The Gospel of Luke: Following Jesus Gives Focus

He Is Alive

Transcript

Luke Following Jesus Brings Focus He Is Alive

Text: Luke 23:50-24:12

Intro: Three days can make a massive difference. On Friday, Jesus died; on Sunday, Jesus lives. On Friday, death and satan laughed, and on Sunday, death and satan received a fatal blow as Jesus rose from the dead and lives forevermore. All eleven of the disciples will have such faith in the resurrection of Jesus that they will give up their lives spreading the message of the resurrection. How did they come to believe the impossible happened?

  1. Set the Scene:
    1. Facts that we should not forget:
      1. Jesus was dead on Friday, I mean, cold stone dead, his heart stopped beating, his lungs stopped breathing, and his brainwaves stopped functioning. Roman soldiers were very good at executing criminals. 100/100
      2. Nobody thought there would be no body in the tomb on that Sunday morning because zombies aren’t real.
    2. The disciples are in hiding, afraid that since the Romans just killed Jesus, they are next.
  2. Man and death
    1. People react to death through grieving and caring for the dead body, which changes according to the culture you are in.
    2. We can’t overcome the cause of death: sin. Rom. 5:12
    3. We can’t stop the power of death. We will all die.
      1. For those who die, we desire their service to be good, for them to look good in a casket, and for the headstone to be nice with a suitable epitaph.
      2. Even so, with every medical advance and new technology, death is still 10/10.
  • In 1909, seven-year-old Walt Disney was playing by himself in the backyard of his family's farmhouse. He decided to sneak up on a big brown owl, but when he grabbed it, the owl panicked. Disney threw it to the ground and stomped it to death. According to his biographers, that owl haunted him for years and produced a morbid fear of death.
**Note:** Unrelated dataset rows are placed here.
# English. One message a line; { $name } is filled in. A line that begins with a number sign is a remark.
language-name = English
direction = ltr
draft = Draft: have a speaker check

# Dates
month-1 = January
month-2 = February
month-3 = March
month-4 = April
month-5 = May
month-6 = June
month-7 = July
month-8 = August
month-9 = September
month-10 = October
month-11 = November
month-12 = December
date = { $day } { $month } { $year }

# Every letter
greeting = To the parent or guardian of { $child }
child-line = { $child }, born { $born }, { $class }
child-line-unborn = { $child }, { $class }
tested = On { $date } we tested the eyesight of { $child } at { $site }.
not-an-exam = This was a screening, not an eye examination. A child can pass a screening and still have an eye problem. If you are worried, ask an eye doctor.
urgent-signs = If an eye looks white in photos, suddenly turns, hurts, was injured, or sight is suddenly worse: get help today. Do not wait for a letter.
questions = Questions? { $who }, { $phone }
questions-no-phone = Questions? Ask { $who }.
local-rules = Local rules and your eye doctor's advice come first.

# What was found
found-heading = What we tested
test = Test
right-eye = Right eye
left-eye = Left eye
both-eyes = Both eyes
test-distance = Reading a chart from a distance
test-near = Reading close up
test-plus = Reading through a lens
test-stereo = Using both eyes together
test-cover = Watching whether an eye turns
test-reflex = Light shone into the eye
test-color = Telling colors apart
test-instrument = Measured with an instrument
not-done = not tested
not-testable = could not be tested
value-fine = no concern
value-look = an eye doctor should look
what-it-means = What this means
glasses-worn = { $child } wore glasses during the test.
contacts-worn = { $child } wore contact lenses during the test.
glasses-none = { $child } did not wear glasses during the test and owns none.
glasses-not-worn = { $child } owns glasses and did not wear them during the test.
glasses-unknown = We did not note whether glasses were worn.

# Referral
title-referral = Your child needs an eye examination
result-referral = { $child } did not pass. { $child } needs a full examination by an eye doctor.
result-history = We tested { $child }. Because of what is known of { $child }'s health or family, we advise a full examination by an eye doctor, whatever the chart says.
result-untested = We could not test { $child } well. { $child } needs a full examination by an eye doctor.
why-heading = Why it matters
why = Many children who do not see well with one eye do not notice it. Found early, most of these problems can be treated. Found late, sight can be lost for good.
what-to-do = What to do
step-book = Call an eye doctor who sees children. Say: “My child needs an eye examination after a vision screening at school.”
step-bring = Take this letter and the report form with you.
step-return = Ask the doctor to fill in the form. Give it back to the school.
act-by = Please go by { $date }.
cost-help = Help with the cost: { $help }
interpreter = You can ask for an interpreter. It costs you nothing.

# Urgent
title-urgent = Your child needs an eye doctor soon
result-urgent = We saw something in { $child } that an eye doctor should look at soon.
title-emergency = Your child needs help today
result-emergency = We saw something in { $child } that has to be looked at today.
step-now = Go to an emergency department or an eye emergency clinic now. Take this letter with you.
call-record = We spoke with { $whom } on { $date }.
call-none = We have not reached you by telephone.

# Rescreen
title-rescreen = We will test your child's eyesight again
result-rescreen = { $child } needs to be tested a second time. This is common: a child may be tired or may not understand. We will test again by { $date }. You do not need to do anything now.
result-rescreen-undated = { $child } needs to be tested a second time. This is common: a child may be tired or may not understand. We will test again. You do not need to do anything now.

# Glasses at home
title-glasses = Please send your child's glasses to school
result-glasses = { $child } owns glasses and did not have them on the day of the test. Please send them to school every day. We will test again by { $date }.
result-glasses-undated = { $child } owns glasses and did not have them on the day of the test. Please send them to school every day. We will test again.
glasses-lost = If the glasses are lost, broken or too old, please tell us.

# Second notice
title-second = We wrote to you before: your child needs an eye examination
result-second = On { $date } we wrote that { $child } needs an eye examination. We do not know yet whether it has taken place.
result-second-undated = We wrote that { $child } needs an eye examination. We do not know yet whether it has taken place.

# Passed
title-passed = Your child passed the vision screening
result-passed = { $child } passed.

# Color
title-color = About colors
result-color = { $child } had difficulty in telling some colors apart. This is common and needs no treatment. Tell the teacher, so that colors are also named in words.

# To the child's doctor
title-doctor = Result of a vision screening
greeting-doctor = To { $doctor }
result-doctor = { $child } was screened on { $date } at { $site }. Outcome: { $outcome }.
doctor-ask = Please let us know if { $child } is already under care.

# Answer slip
answer-heading = Please cut off and give back to the school
answer-examined = My child has already been examined. Date: ____________  By: ______________________
answer-declined = We decline an examination.
answer-call = Please call me. Best time: ____________
answer-sign = Signature: ______________________________  Date: ____________
code-line = Code { $code }

# Report form
title-form = Report of an eye examination
form-intro = For the examiner: please fill in and give back, or call { $phone } and say the code.
form-intro-no-phone = For the examiner: please fill in and give back to the school.
form-date = Date of the examination
form-examiner = Examiner, telephone
form-without = Acuity without glasses
form-with = Acuity with the glasses worn
form-refraction = Refraction (sphere, cylinder, axis)
form-how = Found by: ☐ retinoscopy ☐ autorefraction ☐ subjective. Cycloplegia: ☐ none ☐ with ____________
form-best = Best-corrected acuity
form-cover = Cover test: ☐ no movement ☐ phoria ☐ intermittent ☐ constant, eye ______ direction ______ prism dioptres ____
form-stereo = Stereo, seconds of arc: ______
form-fundus = Fundus seen, normal / abnormal
form-amblyopia = Amblyopia: none / suspect / present
form-normal = ☐ No abnormality
form-findings = Findings (ICD-10-CM)
form-treatment = Treatment: ☐ none ☐ glasses ☐ contact lenses ☐ patching ☐ drops ☐ surgery advised ☐ observation ☐ referred onward
form-wear = Glasses worn: ☐ all the time ☐ distance ☐ near ☐ in the classroom
form-prescription = Prescription (sphere, cylinder, axis)
form-return = Next visit
form-classroom = Advice for the classroom
form-consent = ☐ The family agrees that this report goes to the school.
form-sign = Signature of the examiner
Disney’s first big hit as a young animator came when he was 26 years old, with a cartoon featuring Mickey Mouse. But he immediately followed up that success with a short feature titled “The Skeleton Dance,” which opens with a terrified owl perched in a tree, followed by skeletons rising from their graves.

One scholar said, “If Disney was a mouthpiece for an American way of life, the force of his voice depended on a curious obsession with death.” Virtually every one of his famous films focused on the subject, from Snow White to Pinocchio.

His personal life was also focused on decline and demise. Disney’s daughter Diane said that Disney hired a fortuneteller when he was in his early 30s to predict when he would die. The fortuneteller predicted the age of 35. Disney distracted himself with workaholism and success. If he stayed busy, maybe he could distract both himself and the Reaper. He survived 35, but never forgot the prediction. Shortly before his 55th birthday, he knew that maybe he had misheard, and the fortuneteller had said 55, not 35.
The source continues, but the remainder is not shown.